**Work to be completed:**
Find the line below that contains "def write_csv(path: Path, header, rows)". Transcribe it and every line after it exactly, adding nothing.

[Records from a collection]
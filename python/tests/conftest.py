"""Shared helpers of the Python tests: the repository root, the command-line
binary (built by `cargo build --release` when missing) and CSV books."""

from __future__ import annotations

import csv
import os
import subprocess
from pathlib import Path

import pytest

ROOT = Path(__file__).resolve().parents[2]


@pytest.fixture(scope="session")
def cli() -> Path:
    """Path of the saltus binary of this checkout (release profile)."""
    exe = ROOT / "target" / "release" / "saltus"
    if not exe.exists():
        subprocess.run(["cargo", "build", "--release", "--bin", "saltus"], cwd=ROOT, check=True)
    return exe


def run_cli(exe: Path, args, tmp_path: Path):
    """Runs the binary; returns (header, rows) of its CSV output."""
    out = tmp_path / "out.csv"
    proc = subprocess.run([str(exe), *args, "-o", str(out), "-q"], capture_output=True, text=True)
    assert proc.returncode in (0, 1), proc.stderr
    with open(out, newline="") as f:
        rows = list(csv.reader(f))
    return rows[0], rows[1:]


def write_csv(path: Path, header, rows) -> Path:
    with open(path, "w", newline="") as f:
        w = csv.writer(f)
        w.writerow(header)
        w.writerows(rows)
    return path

**Result:**
def write_csv(path: Path, header, rows) -> Path:
    with open(path, "w", newline="") as f:
        w = csv.writer(f)
        w.writerow(header)
        w.writerows(rows)
    return path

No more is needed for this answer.